TASK REQUIREMENTS —
Word for word, set down every record that appears below.

THE RECORDS —
import { existsSync, mkdirSync, readFileSync } from 'node:fs';
import { join } from 'node:path';
import { AxeBuilder } from '@axe-core/playwright';
import { chromium, type Browser, type BrowserContext, type Page } from 'playwright-core';
import { inject } from 'vitest';
import { ROOT } from '@app/devkit/mariadb';

export const ARTIFACTS = join(ROOT, 'tests', 'artifacts');
export const DEMO_PASSWORD = 'harbour-demo-2026';

/**
 * Debian's Chromium, headless, with the flags this machine's closed network needs. Every context it opens
 * (browser.newPage() opens one too) records Content-Security-Policy violations: see `watchCsp`.
 */
export async function launch(): Promise<Browser> {
  const browser = await chromium.launch({
    executablePath: process.env.CHROMIUM_PATH ?? '/usr/bin/chromium',
    headless: true,
    args: [
      '--no-sandbox',
      '--disable-gpu',
      '--disable-background-networking',
      '--disable-component-update',
      '--disable-sync',
      '--no-first-run',
      '--disable-quic',
    ],
  });
  const newContext = browser.newContext.bind(browser);
  browser.newContext = async (options) => {
    const context = await newContext(options);
    await watchCsp(context);
    return context;
  };
  return browser;
}

/** One refused load, script, style or eval, as the browser or the API's report endpoint saw it. */
export interface CspViolation {
  via: 'event' | 'console' | 'report';
  page: string;
  detail: string;
}

/** Violations seen in this test file's browsers (vitest loads this module once per file). */
export const cspViolations: CspViolation[] = [];

declare global {
  interface Window {
    __cspViolations?: string[];
    __reportCspViolation?: (detail: string) => void;
  }
}

/**
 * Records every CSP violation in `context`: a `securitypolicyviolation` listener installed before any page
 * script runs (kept on `window.__cspViolations` and sent to the test through a binding that survives
 * navigation), and Chromium's "Content Security Policy" console messages.
 */
export async function watchCsp(context: BrowserContext) {
  await context.exposeBinding('__reportCspViolation', ({ page }, detail: string) => {
    cspViolations.push({ via: 'event', page: page.url(), detail });
  });
  await context.addInitScript(() => {
    window.__cspViolations = [];
    document.addEventListener(
      'securitypolicyviolation',
      (e) => {
        const detail = `${e.effectiveDirective} blocked ${e.blockedURI || '(inline)'} at ${e.sourceFile || '?'}:${e.lineNumber} ${e.sample}`;
        window.__cspViolations?.push(detail);
        window.__reportCspViolation?.(detail);
      },
      true,
    );
  });
  const watchPage = (page: Page) =>
    page.on('console', (msg) => {
      if (/Content[- ]Security[- ]Policy/i.test(msg.text()))
        cspViolations.push({ via: 'console', page: page.url(), detail: msg.text() });
    });
  context.pages().forEach(watchPage);
  context.on('page', watchPage);
}

/** Reports the API received at /api/csp-report during this run (global-setup points CSP_REPORT_FILE here). */
export function cspReports(): CspViolation[] {
  const file = inject('cspReportFile');
  if (!existsSync(file)) return [];
  return readFileSync(file, 'utf8')
    .split('\n')
    .filter(Boolean)
    .map((line) => {
      const { report } = JSON.parse(line) as { report: { 'csp-report'?: Record<string, string> } };
      const r = report['csp-report'] ?? {};
      return {
        via: 'report' as const,
        page: r['document-uri'] ?? '?',
        detail: `${r['violated-directive'] ?? r['effective-directive'] ?? '?'} blocked ${r['blocked-uri'] ?? '?'} (${line.slice(0, 300)})`,
      };
    });
}

let eventsSeen = 0;
let reportsSeen = 0;

/** Starts this file's count after the reports earlier files left in the shared report file. */
export function startCspWatch() {
  eventsSeen = cspViolations.length;
  reportsSeen = cspReports().length;
}

/** The violations recorded since the last call (each is handed out once). */
export function newCspViolations(): CspViolation[] {
  const reports = cspReports();
  const added = [...cspViolations.slice(eventsSeen), ...reports.slice(reportsSeen)];
  eventsSeen = cspViolations.length;
  reportsSeen = reports.length;
  return added;
}

/** Readable lines for a failure message. */
export const describeCsp = (list: CspViolation[]) =>
  list.map((v) => `  [${v.via}] ${v.page}: ${v.detail}`).join('\n');

/**
 * Runs axe-core on the page as it stands and fails on any serious or critical violation, listing each rule,
 * its help page and the offending nodes. Returns the full results (minor/moderate findings included).
 */
export async function audit(page: Page, label: string) {
  await page.evaluate(() => document.fonts.ready.then(() => undefined));
  // Legacy mode runs axe inside this page; the default mode opens a second page, which a context made by
  // browser.newPage() does not allow. Rodewise has no cross-origin frames, so nothing is lost.
  const results = await new AxeBuilder({ page }).setLegacyMode(true).analyze();
  const bad = results.violations.filter((v) => v.impact === 'serious' || v.impact === 'critical');
  if (bad.length > 0) {
    const lines = bad.map(
      (v) =>
        `- [${v.impact}] ${v.id}: ${v.help} (${v.helpUrl})\n` +
        v.nodes
          .slice(0, 6)
          .map(
            (n) =>
              `    ${n.target.join(' > ')}\n      ${(n.failureSummary ?? '').replace(/\n/g, '\n      ')}`,
          )
          .join('\n'),
    );
    throw new Error(
      `axe: ${bad.length} serious/critical rule(s) fail on ${label} (${page.url()})\n${lines.join('\n')}`,
    );
  }
  return results;
}

export const baseUrl = () => inject('baseUrl');
export const mailUrl = () => inject('mailUrl');

/** Saves a full-page PNG under tests/artifacts (git-ignored). */
export async function screenshot(page: Page, name: string) {
  mkdirSync(ARTIFACTS, { recursive: true });
  await page.screenshot({ path: join(ARTIFACTS, `${name}.png`), fullPage: true });
}

/** Signs in through the real form. */
export async function signIn(page: Page, email: string, password = DEMO_PASSWORD) {
  await page.goto(`${baseUrl()}/sign-in`);
  await page.getByLabel('E-mail').fill(email);
  await page.getByLabel(/^Password\b/).fill(password);
  await page.getByRole('button', { name: /sign in/i }).click();
  await page.waitForFunction(() => !location.pathname.startsWith('/sign-in'), undefined, {
    timeout: 15000,
  });
}

interface MailDto {
  id: string;
  to: string[];
  subject: string;
  text: string;
}

/** Waits for a message to `to` whose subject contains `subject` in the fake inbox. */
export async function waitForMail(
  to: string,
  subject: string,
  timeoutMs = 15000,
  /** Only a mail whose text holds this (another file's run may have sent the same subject to the same person). */
  containing?: string,
): Promise<MailDto> {
  const end = Date.now() + timeoutMs;
  while (Date.now() < end) {
    const url = new URL('/api/messages', mailUrl());
    url.searchParams.set('to', to);
    url.searchParams.set('subject', subject);
    const { data } = (await (await fetch(url)).json()) as { data: MailDto[] };
    const found = containing ? data.find((m) => m.text.includes(containing)) : data[0];
    if (found) return found;
    await new Promise((r) => setTimeout(r, 250));
  }
  throw new Error(`no mail "${subject}" for ${to}`);
}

EXERCISE RESPONSE —
import { existsSync, mkdirSync, readFileSync } from 'node:fs';
import { join } from 'node:path';
import { AxeBuilder } from '@axe-core/playwright';
import { chromium, type Browser, type BrowserContext, type Page } from 'playwright-core';
import { inject } from 'vitest';
import { ROOT } from '@app/devkit/mariadb';

export const ARTIFACTS = join(ROOT, 'tests', 'artifacts');
export const DEMO_PASSWORD = 'harbour-demo-2026';

/**
 * Debian's Chromium, headless, with the flags this machine's closed network needs. Every context it opens
 * (browser.newPage() opens one too) records Content-Security-Policy violations: see `watchCsp`.
 */
export async function launch(): Promise<Browser> {
  const browser = await chromium.launch({
    executablePath: process.env.CHROMIUM_PATH ?? '/usr/bin/chromium',
    headless: true,
    args: [
      '--no-sandbox',
      '--disable-gpu',
      '--disable-background-networking',
      '--disable-component-update',
      '--disable-sync',
      '--no-first-run',
      '--disable-quic',
    ],
  });
  const newContext = browser.newContext.bind(browser);
  browser.newContext = async (options) => {
    const context = await newContext(options);
    await watchCsp(context);
    return context;
  };
  return browser;
}

/** One refused load, script, style or eval, as the browser or the API's report endpoint saw it. */
export interface CspViolation {
  via: 'event' | 'console' | 'report';
  page: string;
  detail: string;
}

/** Violations seen in this test file's browsers (vitest loads this module once per file). */
export const cspViolations: CspViolation[] = [];

declare global {
  interface Window {
    __cspViolations?: string[];
    __reportCspViolation?: (detail: string) => void;
  }
}

/**
 * Records every CSP violation in `context`: a `securitypolicyviolation` listener installed before any page
 * script runs (kept on `window.__cspViolations` and sent to the test through a binding that survives
 * navigation), and Chromium's "Content Security Policy" console messages.
 */
export async function watchCsp(context: BrowserContext) {
  await context.exposeBinding('__reportCspViolation', ({ page }, detail: string) => {
    cspViolations.push({ via: 'event', page: page.url(), detail });
  });
  await context.addInitScript(() => {
    window.__cspViolations = [];
    document.addEventListener(
      'securitypolicyviolation',
      (e) => {
        const detail = `${e.effectiveDirective} blocked ${e.blockedURI || '(inline)'} at ${e.sourceFile || '?'}:${e.lineNumber} ${e.sample}`;
        window.__cspViolations?.push(detail);
        window.__reportCspViolation?.(detail);
      },
      true,
    );
  });
  const watchPage = (page: Page) =>
    page.on('console', (msg) => {
      if (/Content[- ]Security[- ]Policy/i.test(msg.text()))
        cspViolations.push({ via: 'console', page: page.url(), detail: msg.text() });
    });
  context.pages().forEach(watchPage);
  context.on('page', watchPage);
}

/** Reports the API received at /api/csp-report during this run (global-setup points CSP_REPORT_FILE here). */
export function cspReports(): CspViolation[] {
  const file = inject('cspReportFile');
  if (!existsSync(file)) return [];
  return readFileSync(file, 'utf8')
    .split('\n')
    .filter(Boolean)
    .map((line) => {
      const { report } = JSON.parse(line) as { report: { 'csp-report'?: Record<string, string> } };
      const r = report['csp-report'] ?? {};
      return {
        via: 'report' as const,
        page: r['document-uri'] ?? '?',
        detail: `${r['violated-directive'] ?? r['effective-directive'] ?? '?'} blocked ${r['blocked-uri'] ?? '?'} (${line.slice(0, 300)})`,
      };
    });
}

let eventsSeen = 0;
let reportsSeen = 0;

/** Starts this file's count after the reports earlier files left in the shared report file. */
export function startCspWatch() {
  eventsSeen = cspViolations.length;
  reportsSeen = cspReports().length;
}

/** The violations recorded since the last call (each is handed out once). */
export function newCspViolations(): CspViolation[] {
  const reports = cspReports();
  const added = [...cspViolations.slice(eventsSeen), ...reports.slice(reportsSeen)];
  eventsSeen = cspViolations.length;
  reportsSeen = reports.length;
  return added;
}

/** Readable lines for a failure message. */
export const describeCsp = (list: CspViolation[]) =>
  list.map((v) => `  [${v.via}] ${v.page}: ${v.detail}`).join('\n');

/**
 * Runs axe-core on the page as it stands and fails on any serious or critical violation, listing each rule,
 * its help page and the offending nodes. Returns the full results (minor/moderate findings included).
 */
export async function audit(page: Page, label: string) {
  await page.evaluate(() => document.fonts.ready.then(() => undefined));
  // Legacy mode runs axe inside this page; the default mode opens a second page, which a context made by
  // browser.newPage() does not allow. Rodewise has no cross-origin frames, so nothing is lost.
  const results = await new AxeBuilder({ page }).setLegacyMode(true).analyze();
  const bad = results.violations.filter((v) => v.impact === 'serious' || v.impact === 'critical');
  if (bad.length > 0) {
    const lines = bad.map(
      (v) =>
        `- [${v.impact}] ${v.id}: ${v.help} (${v.helpUrl})\n` +
        v.nodes
          .slice(0, 6)
          .map(
            (n) =>
              `    ${n.target.join(' > ')}\n      ${(n.failureSummary ?? '').replace(/\n/g, '\n      ')}`,
          )
          .join('\n'),
    );
    throw new Error(
      `axe: ${bad.length} serious/critical rule(s) fail on ${label} (${page.url()})\n${lines.join('\n')}`,
    );
  }
  return results;
}

export const baseUrl = () => inject('baseUrl');
export const mailUrl = () => inject('mailUrl');

/** Saves a full-page PNG under tests/artifacts (git-ignored). */
export async function screenshot(page: Page, name: string) {
  mkdirSync(ARTIFACTS, { recursive: true });
  await page.screenshot({ path: join(ARTIFACTS, `${name}.png`), fullPage: true });
}

/** Signs in through the real form. */
export async function signIn(page: Page, email: string, password = DEMO_PASSWORD) {
  await page.goto(`${baseUrl()}/sign-in`);
  await page.getByLabel('E-mail').fill(email);
  await page.getByLabel(/^Password\b/).fill(password);
  await page.getByRole('button', { name: /sign in/i }).click();
  await page.waitForFunction(() => !location.pathname.startsWith('/sign-in'), undefined, {
    timeout: 15000,
  });
}

interface MailDto {
  id: string;
  to: string[];
  subject: string;
  text: string;
}

/** Waits for a message to `to` whose subject contains `subject` in the fake inbox. */
export async function waitForMail(
  to: string,
  subject: string,
  timeoutMs = 15000,
  /** Only a mail whose text holds this (another file's run may have sent the same subject to the same person). */
  containing?: string,
): Promise<MailDto> {
  const end = Date.now() + timeoutMs;
  while (Date.now() < end) {
    const url = new URL('/api/messages', mailUrl());
    url.searchParams.set('to', to);
    url.searchParams.set('subject', subject);
    const { data } = (await (await fetch(url)).json()) as { data: MailDto[] };
    const found = containing ? data.find((m) => m.text.includes(containing)) : data[0];
    if (found) return found;
    await new Promise((r) => setTimeout(r, 250));
  }
  throw new Error(`no mail "${subject}" for ${to}`);
}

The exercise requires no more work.